“Arada bir aynaya bakmalı insan. Güzel miyim diye değil, insan mıyım diye.” (Tuncel Kurtiz)
Ayrımcılığın, ırkçılığın gerekçesi dil, din, inanç, siyasi görüş, cinsel eğilim gibi olgulardır. Faşizmle aynı olguları taşımıyorsan, aynı yolu yürümüyorsan, aynı ülküye sahip değilsen faşizmin hedefi olursun. Çünkü faşizm farklılıkları zenginlik olarak görmez. Bundan korkar tekçiliği savunur.
Eyüp Yalur / Yazarın diğer makaleleri için tıklayınız
Yıllardır binlerce mevsimlik Kürt tarım işçileri ucuz işgücü olarak ve her türlü sosyal güvenceden yoksun, düşük ücretlerle zor şartlarda çadırlarda, barakalarda hiç de insani olmayan şartlarda batı illerinde yaşamlarını idame ettirmeye çalışıyorlar. Bütün bu olumsuzluklar yetmezmiş gibi birde iktidarın ve küçük ortağının kutuplaştırıcı, ötekileştirici, ırkçı politikaları tabanlarında Kürtlere ve diğer ötekileştirilenlere karşı geliştirilen toplumsal şiddet, toplumsal linçle karşı karşıya kalıyorlar.
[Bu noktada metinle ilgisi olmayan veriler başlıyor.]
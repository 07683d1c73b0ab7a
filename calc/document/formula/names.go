package formula

import (
	"slices"
	"strings"
	"unicode"

	"golang.org/x/text/unicode/norm"
)

// keywords are the words that are no names and no functions.
var keywords = []string{"pi", "as", "within", "and", "or", "not"}

// Reserved tells whether a normalised name is a word of the language.
func Reserved(name string) bool {
	_, ok := functions[name]
	return ok || slices.Contains(keywords, name)
}

// greek spells the letters out. Capitals follow from the small ones.
var greek = map[rune]string{
	'α': "alpha", 'β': "beta", 'γ': "gamma", 'δ': "delta", 'ε': "epsilon", 'ζ': "zeta", 'η': "eta", 'θ': "theta",
	'ι': "iota", 'κ': "kappa", 'λ': "lambda", 'μ': "mu", 'ν': "nu", 'ξ': "xi", 'ο': "omicron", 'π': "pi",
	'ρ': "rho", 'σ': "sigma", 'ς': "sigma", 'τ': "tau", 'υ': "upsilon", 'φ': "phi", 'χ': "chi", 'ψ': "psi", 'ω': "omega",
}

// Normal is the one spelling of a name: NFKC, Greek letters spelt out (ω as
// omega, Δ as Delta).
func Normal(name string) string {
	if ascii(name) {
		return name
	}
	var b strings.Builder
	for _, r := range norm.NFKC.String(name) {
		small, ok := greek[unicode.ToLower(r)]
		switch {
		case !ok:
			b.WriteRune(r)
		case unicode.IsUpper(r):
			b.WriteString(strings.ToUpper(small[:1]) + small[1:])
		default:
			b.WriteString(small)
		}
	}
	return b.String()
}

func ascii(s string) bool {
	for i := range len(s) {
		if s[i] >= 0x80 {
			return false
		}
	}
	return true
}

// ValidName tells whether a word, written or normalised, is made of Latin and
// Greek letters, digits and _, and starts with a letter.
func ValidName(name string) bool {
	first := true
	for _, r := range name {
		if !namePart(r) || first && !letter(r) {
			return false
		}
		first = false
	}
	return !first
}

// letter tells whether a rune, as written, is a letter of a name: one whose
// compatible form is a Latin letter or a Greek one that can be spelt out.
func letter(r rune) bool {
	if r < 0x80 {
		return r >= 'a' && r <= 'z' || r >= 'A' && r <= 'Z'
	}
	if !unicode.IsLetter(r) || raisedLetter(r) {
		return false
	}
	for _, c := range norm.NFKC.String(string(r)) {
		if strings.ContainsRune(twins, c) {
			return false
		}
		_, g := greek[unicode.ToLower(c)]
		if !g && !(unicode.IsLetter(c) && unicode.Is(unicode.Latin, c)) && !unicode.Is(unicode.Mn, c) {
			return false
		}
	}
	return true
}

// twins are the Greek letters that look like Latin ones: a name of them would
// read as another name.
const twins = "ΑΒΕΖΗΙΚΜΝΟΡΤΥΧοϲϹ"

// raisedLetter tells whether a letter is written raised, as in xⁿ, which is no
// name xn.
func raisedLetter(r rune) bool {
	lowered := r >= 'ᵢ' && r <= 'ᵪ' || r >= 'ₐ' && r <= 'ₜ' || r == 'ⱼ'
	return !lowered && (unicode.Is(unicode.Lm, r) || r == 'ª' || r == 'º')
}

// namePart tells whether a rune may stand in a name. Lowered digits may (V₁ is
// V1); raised ones may not, for x² would be read as the name x2. Accents that
// stand apart from their letter are part of the name.
func namePart(r rune) bool {
	if r < 0x80 {
		return letter(r) || r >= '0' && r <= '9' || r == '_'
	}
	return letter(r) || r >= '₀' && r <= '₉' || r >= '０' && r <= '９' || r >= 0x300 && r <= 0x36f
}

// foreign names the trouble with a letter of another script.
func foreign(r rune) string {
	if strings.ContainsRune(twins, r) {
		return "the letter " + string(r) + " is Greek and looks like a Latin one"
	}
	for _, s := range []struct {
		name  string
		table *unicode.RangeTable
	}{{"Cyrillic", unicode.Cyrillic}, {"Armenian", unicode.Armenian}, {"Greek", unicode.Greek}, {"Hebrew", unicode.Hebrew}, {"Cherokee", unicode.Cherokee}} {
		if unicode.Is(s.table, r) {
			return "the letter " + string(r) + " is " + s.name
		}
	}
	return "the letter " + string(r) + " is neither Latin nor Greek"
}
Afyon, Ankara, Konya, Sakarya, Samsun, Trabzon, Mersin, İzmir… gibi.
Bu ırkçı şiddet sarmalı her geçen gün ülke sathına yayılmaktadır.
Bu tür ırkçı saldırılar münferit ve adli olaylar olarak değerlendirilemez.
Bir gün Samsun’da 16 yaşındaki Suriyeli Eymenh Hammamı, bir başka gün bir Kürt Konya’da, bir LBGT’li İstanbul’da, bir din adamı Malatya’da, bir Kürt kızı Deniz Poyraz İzmir HDP parti binasında katlediliyor. İşte bu ve benzeri olaylar münferit değil, organize ırkçılık ve nefret suçlarıdır.
İHD’nin verilerine göre 2010 yılından bu yana 280 ırkçı saldırıda 15 kişinin öldürüldüğü 1097 kişinin de yaralandığı belirtildi.
2020 verilerine göre ise 14 ırkçı saldırı olayında 3’ü Suriyeli çocuk olmak üzere 7 kişi öldürüldü, 32 kişi yaralandı.
Bu ülkede artık ırkçılık sınır tanımıyor. Pamukkale Üniversitesi İktisat ve İdari Bilimler Fakültesi iktisat bölümü öğrencilerine bahar dönemi finalinde “Türk savcılığı ülkenin üst mahkemesinden hangi Kürt yanlısı ana muhalefet partisinin yasaklanmasını istedi?” “Hangi kurumun Kürt yanlısı muhalefet partisini yasaklaya bileceği” soruldu. İşte ülkenin geldiği son nokta burası.
Kürt illerindeki 15 baro yaptıkları ortak açıklamada Afyon, Konya, Ankara’daki Kürtlere yönelik ırkçı saldırıları kınadı.
Bütün demokratik hakların kullanılmasına zor kullanarak müdahale eden iktidarın ırkçılık konusunda bir müdahalesinin olmaması toplumun vicdanını yaralıyor.
Demokratik ülkelerdeki insani değerler ayaklar altına alınırsa, hukuk işlevini yitirirse ülkeyi yöneten siyasetçi ve bürokrat sağduyusunu kaybederse devlet çeteleşir, topluma ırkçılık ve ayrımcılık hakim olur.